_Prompt_. Read through the entries below and return each line with the word "CREATE".

_Provided material_.
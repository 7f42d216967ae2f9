-- Forecast runs that were fetched from configured sources, and how that went.
CREATE TABLE fetches (
  id          TEXT PRIMARY KEY,  -- UUIDv7: sorts by start
  source      TEXT NOT NULL,     -- its name in the file of sources
  run_time    REAL NOT NULL,     -- seconds since 1970 UTC
  state       TEXT NOT NULL CHECK (state IN ('running', 'stored', 'failed', 'interrupted', 'dropped')),
  field_id    TEXT,              -- once stored; dropped: the field was removed for newer ones
  bytes       INTEGER NOT NULL,  -- on the disk
  complaint   TEXT,              -- why it failed
  started_at  TEXT NOT NULL,
  finished_at TEXT
) STRICT;

CREATE INDEX fetches_by_source ON fetches (source, id);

_Final answer_.
CREATE TABLE fetches (
CREATE INDEX fetches_by_source ON fetches (source, id);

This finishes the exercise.